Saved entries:
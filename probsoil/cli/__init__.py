"""The command line: one thin module per command, nothing decided here."""

from probsoil.cli.application import main

__all__ = ["main"]
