/// The figures of every step's settling time, one row a step: what the lines of the chart stand at, and the ends.
///
/// Columns: step, settled (windows), least, median, p99, worst, each with what a window that was cut could make of it
/// (`..._at_least`: `yes` if it could be longer), limit (of the rules), proved_bound (over all delays in the ranges; all
/// settle earlier where `proved_below` is `yes`, and later only by exactly equal times where `but_for_ties` is). What is not
/// known, or not asked, is empty.
pub fn settling_figures(scenario: &Scenario, report: &SweepReport, proof: Option<&Proof>) -> String {
    let unit = scenario.unit;
    let time = |it: Option<Span>| it.map_or_else(String::new, |it| it.decimal(unit).to_string());
    write(|to| {
        let timed = |name: &str| format!("{name} [{unit}]");
        to.write_record([
            "step",
            "settled",
            &timed("least"),
            &timed("median"),
            "median_at_least",
            &timed("p99"),
            "p99_at_least",
            &timed("worst"),
            "worst_at_least",
            &timed("limit"),
            &timed("proved_bound"),
            "proved_below",
            "but_for_ties",
        ])?;
        for window in &report.windows {
            let mut row = vec![name(words::step(scenario, Some(window.moment))), window.settled.to_string()];
            row.extend(match &window.settling {
                None => vec![String::new(); 7],
                Some(it) => vec![
                    time(it.min),
                    time(Some(it.median)),
                    yes_no(it.median_at_least),
                    time(Some(it.p99)),
                    yes_no(it.p99_at_least),
                    time(Some(it.max)),
                    yes_no(it.max_at_least),
                ],
            });
            row.push(time(charts::limit(scenario, window.moment)));
            let proved = proof.and_then(|it| it.windows.iter().find(|it| it.moment == window.moment));
            row.extend(match proved.and_then(|it| it.settling.map(|(_, most)| (most, it))) {
                None => [String::new(), String::new(), String::new()],
                Some((most, it)) => [time(Some(most)), yes_no(it.settling_below), yes_no(it.settling_but_for_ties)],
            });
            to.write_record(&row)?;
        }
        Ok(())
    })
}
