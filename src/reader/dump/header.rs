//! The declarations of a dump: its timescale and its variables in their scopes.

use std::io::BufRead;

use rustc_hash::FxHashMap;

use super::tokens::{Place, Tokens, Trouble, shown};
use crate::scenario::nearest;
use crate::time::Unit;

/// Keywords of the declarations.
const SECTIONS: [&str; 7] = ["$comment", "$date", "$enddefinitions", "$scope", "$timescale", "$upscope", "$version"];
/// Deepest scopes.
const DEEPEST: usize = 1000;

/// What a variable holds.
#[derive(Clone, Copy, Debug, PartialEq, Eq)]
pub(super) enum Kind {
    /// Bits.
    Bits,
    /// A real number.
    Real,
    /// A moment or a text.
    Other,
}

/// A variable as it was declared.
#[derive(Clone, Debug)]
pub(super) struct Variable {
    /// Scopes and name, with dots; without the range of a vector.
    pub name: String,
    /// `[5]` or `[3:0]` behind the name.
    pub range: Option<(i64, i64)>,
    pub kind: Kind,
    /// Bits.
    pub size: u32,
    /// The letters that stand for it.
    pub id: Box<[u8]>,
}

impl Variable {
    /// Its name with its range, as the dump has it.
    pub fn written(&self) -> String {
        match self.range {
            None => self.name.clone(),
            Some((a, b)) if a == b && self.size == 1 => format!("{}[{a}]", self.name),
            Some((a, b)) => format!("{}[{a}:{b}]", self.name),
        }
    }

    /// The place of the bit of this number among the digits, from the left.
    pub fn bit(&self, number: i64) -> Option<u32> {
        let (left, right) = self.range.unwrap_or((i64::from(self.size) - 1, 0));
        let within = (left.min(right)..=left.max(right)).contains(&number);
        within.then(|| number.abs_diff(left) as u32)
    }
}

/// All declarations.
#[derive(Debug, Default)]
pub(super) struct Header {
    /// Femtoseconds of one tick.
    pub tick: u64,
    pub variables: Vec<Variable>,
    /// What each of the letters stands for.
    pub ids: FxHashMap<Box<[u8]>, (Kind, u32)>,
    /// The sections that matter, in one way of writing.
    pub copy: String,
}

/// Reads the declarations, up to and with `$enddefinitions $end`.
pub(super) fn header<R: BufRead>(tokens: &mut Tokens<R>) -> Result<Header, Trouble> {
    let mut header = Header::default();
    let mut scopes: Vec<String> = Vec::new();
    let mut opened: Vec<Place> = Vec::new();
    let mut scaled = None;
    loop {
        if !tokens.next()? {
            let message = "the dump ends within its declarations";
            return Err(Trouble::at(
                tokens.place,
                message,
                "end them with `$enddefinitions $end`, before the first time",
            ));
        }
        let (keyword, place) = (tokens.shown(), tokens.place);
        if keyword == "$var" {
            let words = section(tokens, &keyword, place)?;
            let one = variable(&words, place, &scopes)?;
            let alias = header.ids.entry(one.id.clone()).or_insert((one.kind, one.size));
            if *alias != (one.kind, one.size) {
                let message = format!("`{}` stands for a variable of another size or type already", shown(&one.id));
                let help = "let variables share letters only where they are one signal";
                return Err(Trouble::at(words[2].1, message, help));
            }
            header.variables.push(one);
            copy(&mut header.copy, &keyword, &words);
            continue;
        }
        match keyword.as_str() {
            "$comment" | "$date" | "$version" => skip(tokens, &keyword, place)?,
            "$timescale" => {
                let words = section(tokens, &keyword, place)?;
                if scaled.replace(place).is_some() {
                    let message = "the dump has a second `$timescale`";
                    return Err(Trouble::at(place, message, "keep the one that its times are counted in"));
                }
                header.tick = timescale(&words, place)?;
                copy(&mut header.copy, &keyword, &words);
            }
            "$scope" => {
                let words = section(tokens, &keyword, place)?;
                let [_, (name, at)] = &words[..] else {
                    let message = "a scope has a type and a name";
                    return Err(Trouble::at(place, message, "write it as in `$scope module lock $end`"));
                };
                if scopes.len() == DEEPEST {
                    return Err(Trouble::at(*at, "so many scopes stand within each other", "close some by `$upscope`"));
                }
                scopes.push(plain(name));
                opened.push(place);
                copy(&mut header.copy, &keyword, &words);
            }
            "$upscope" => {
                let words = section(tokens, &keyword, place)?;
                if let Some((_, at)) = words.first() {
                    return Err(Trouble::at(*at, "`$upscope` holds nothing", "write `$upscope $end`"));
                }
                if scopes.pop().and(opened.pop()).is_none() {
                    return Err(Trouble::at(place, "there is no scope to leave", "remove this `$upscope`"));
                }
                copy(&mut header.copy, &keyword, &words);
            }
            "$enddefinitions" => {
                let words = section(tokens, &keyword, place)?;
                if let Some((_, at)) = words.first() {
                    return Err(Trouble::at(*at, "`$enddefinitions` holds nothing", "write `$enddefinitions $end`"));
                }
                if let Some(open) = opened.last() {
                    let message = "this scope is not closed before the declarations end";
                    return Err(Trouble::at(*open, message, "close it by `$upscope $end`"));
                }
                if scaled.is_none() {
                    let help = "add `$timescale 1 ns $end`, with what one tick of its times is";
                    return Err(Trouble::at(place, "the dump does not say how long a tick is", help));
                }
                copy(&mut header.copy, &keyword, &words);
                return Ok(header);
            }
            _ => return Err(stranger(&tokens.word, &keyword, place)),
        }
    }
}

/// A word that is no declaration.
fn stranger(word: &[u8], keyword: &str, place: Place) -> Trouble {
    if word.first() == Some(&b'$') {
        let help = match nearest(keyword, SECTIONS.into_iter().chain(["$var"])) {
            Some(likely) => format!("did you mean `{likely}`?"),
            None => "remove it, up to its `$end`".to_string(),
        };
        return Trouble::at(place, format!("there is no section `{keyword}` among the declarations"), help);
    }
    let message = format!("`{keyword}` stands where a declaration is expected");
    Trouble::at(
        place,
        message,
        "a dump begins with sections such as `$timescale 1 ns $end`; end them with `$enddefinitions $end`",
    )
}

/// A section in one way of writing.
fn copy(to: &mut String, keyword: &str, words: &[(Vec<u8>, Place)]) {
    *to += keyword;
    for (word, _) in words {
        to.push(' ');
        *to += &String::from_utf8_lossy(word);
    }
    *to += " $end\n";
}

/// Most words of a section other than a comment.
const MOST_WORDS: usize = 64;

/// The words of a section up to its `$end`.
fn section<R: BufRead>(tokens: &mut Tokens<R>, keyword: &str, place: Place) -> Result<Vec<(Vec<u8>, Place)>, Trouble> {
    let mut words = Vec::new();
    while tokens.next()? {
        if tokens.word == b"$end" {
            return Ok(words);
        }
        // a name may begin with `$`, a keyword within a section means that its end is missing
        let is_keyword = SECTIONS.iter().any(|it| it.as_bytes() == tokens.word) || tokens.word == b"$var";
        if is_keyword || words.len() == MOST_WORDS {
            break;
        }
        words.push((tokens.word.clone(), tokens.place));
    }
    Err(unclosed(keyword, place))
}

fn unclosed(keyword: &str, place: Place) -> Trouble {
    Trouble::at(place, format!("`{keyword}` has no `$end`"), "end the section with `$end`, with white space before it")
}

/// Passes over a section.
pub(super) fn skip<R: BufRead>(tokens: &mut Tokens<R>, keyword: &str, place: Place) -> Result<(), Trouble> {
    while tokens.next()? {
        if tokens.word == b"$end" {
            return Ok(());
        }
    }
    Err(unclosed(keyword, place))
}

fn timescale(words: &[(Vec<u8>, Place)], place: Place) -> Result<u64, Trouble> {
    const HELP: &str = "write 1, 10 or 100 and one of s, ms, us, ns, ps, fs, as in `$timescale 10 ps $end`";
    let text: String = words.iter().map(|(word, _)| String::from_utf8_lossy(word)).collect();
    let place = words.first().map_or(place, |(_, at)| *at);
    let digits = text.bytes().take_while(u8::is_ascii_digit).count();
    let (number, unit) = text.split_at(digits);
    let factor = match number {
        "1" => 1,
        "10" => 10,
        "100" => 100,
        _ => return Err(Trouble::at(place, format!("`{}` is no timescale", shown(text.as_bytes())), HELP)),
    };
    match Unit::ALL.into_iter().find(|it| it.name().eq_ignore_ascii_case(unit)) {
        Some(unit) => Ok(factor * unit.femtoseconds()),
        None => {
            let message = format!("`{}` is no unit of a timescale", shown(unit.as_bytes()));
            Err(Trouble::at(place, message, HELP))
        }
    }
}

fn variable(words: &[(Vec<u8>, Place)], place: Place, scopes: &[String]) -> Result<Variable, Trouble> {
    let [(kind, _), (size, size_at), (id, id_at), name @ ..] = words else {
        let message = "a variable has a type, a size, letters that stand for it, and a name";
        return Err(Trouble::at(place, message, "write it as in `$var wire 1 ! call_upper $end`"));
    };
    let Some((_, name_at)) = name.first() else {
        let message = "this variable has no name";
        return Err(Trouble::at(place, message, "write its name before `$end`, as in `$var wire 1 ! call_upper $end`"));
    };
    let kind = match kind.as_slice() {
        b"real" | b"realtime" => Kind::Real,
        b"event" | b"string" => Kind::Other,
        _ => Kind::Bits,
    };
    let bits = std::str::from_utf8(size).ok().and_then(|it| it.parse::<u32>().ok());
    // texts and moments may be said to have no bits
    let Some(bits) = bits.filter(|bits| *bits > 0 || kind == Kind::Other) else {
        let message = format!("`{}` is no size", shown(size));
        return Err(Trouble::at(*size_at, message, "write the number of its bits, 1 or more"));
    };
    if let Some(odd) = id.iter().find(|byte| !(b'!'..=b'~').contains(*byte)) {
        let message = format!("the letters that stand for a variable are printable ASCII; byte {odd:#04x} is not");
        return Err(Trouble::at(*id_at, message, "use letters from `!` to `~`"));
    }
    let whole: String = name.iter().map(|(word, _)| String::from_utf8_lossy(word)).collect();
    let (name, range) = split(&whole);
    if let Some((left, right)) = range
        && kind == Kind::Bits
        && left.abs_diff(right).checked_add(1) != Some(u64::from(bits))
    {
        let message = format!("`{}` does not have {bits} bits", shown(whole.as_bytes()));
        return Err(Trouble::at(
            *name_at,
            message,
            "correct its size or its range, as in `$var wire 4 ! d [3:0] $end`",
        ));
    }
    let mut full = String::new();
    for scope in scopes {
        full += scope;
        full.push('.');
    }
    full += &plain(name.as_bytes());
    Ok(Variable { name: full, range, kind, size: bits, id: id.clone().into_boxed_slice() })
}

/// A name without the mark of an escaped one.
fn plain(name: &[u8]) -> String {
    let text = String::from_utf8_lossy(name);
    text.strip_prefix('\\').unwrap_or(&text).to_string()
}

/// A name and the range behind it.
pub(super) fn split(whole: &str) -> (&str, Option<(i64, i64)>) {
    let inner = whole.strip_suffix(']').and_then(|rest| rest.rsplit_once('['));
    let Some((name, inner)) = inner.filter(|(name, _)| !name.is_empty()) else { return (whole, None) };
    let number = |text: &str| text.parse::<i32>().ok().map(i64::from);
    let range = match inner.split_once(':') {
        None => number(inner).map(|bit| (bit, bit)),
        Some((left, right)) => number(left).zip(number(right)),
    };
    range.map_or((whole, None), |range| (name, Some(range)))
}

#[cfg(test)]
mod tests {
    use super::*;

    #[test]
    fn names_and_ranges_are_told_apart() {
        assert_eq!(split("d[3:0]"), ("d", Some((3, 0))));
        assert_eq!(split("d[-1]"), ("d", Some((-1, -1))));
        assert_eq!(split("d[1][2]"), ("d[1]", Some((2, 2))));
        for whole in ["d", "[3]", "d[x]", "d[3", "d[1:2:3]", "d[99999999999]"] {
            assert_eq!(split(whole), (whole, None));
        }
    }

    #[test]
    fn bits_are_counted_from_the_left() {
        let of = |range, size| Variable { name: "d".into(), range, kind: Kind::Bits, size, id: Box::from(*b"!") };
        assert_eq!(of(Some((3, 0)), 4).bit(2), Some(1));
        assert_eq!(of(Some((0, 3)), 4).bit(2), Some(2));
        assert_eq!(of(None, 4).bit(0), Some(3));
        assert_eq!(of(Some((7, 4)), 4).bit(3), None);
    }
}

TRY IT:
The lines above from the one with "let Some(bits) = bits.filter(|bits|" through the one with "if let Some(odd)" are to be duplicated exactly, ends included, with nothing added.

THE COMPLETED TASK:
    let Some(bits) = bits.filter(|bits| *bits > 0 || kind == Kind::Other) else {
        let message = format!("`{}` is no size", shown(size));
        return Err(Trouble::at(*size_at, message, "write the number of its bits, 1 or more"));
    };
    if let Some(odd) = id.iter().find(|byte| !(b'!'..=b'~').contains(*byte)) {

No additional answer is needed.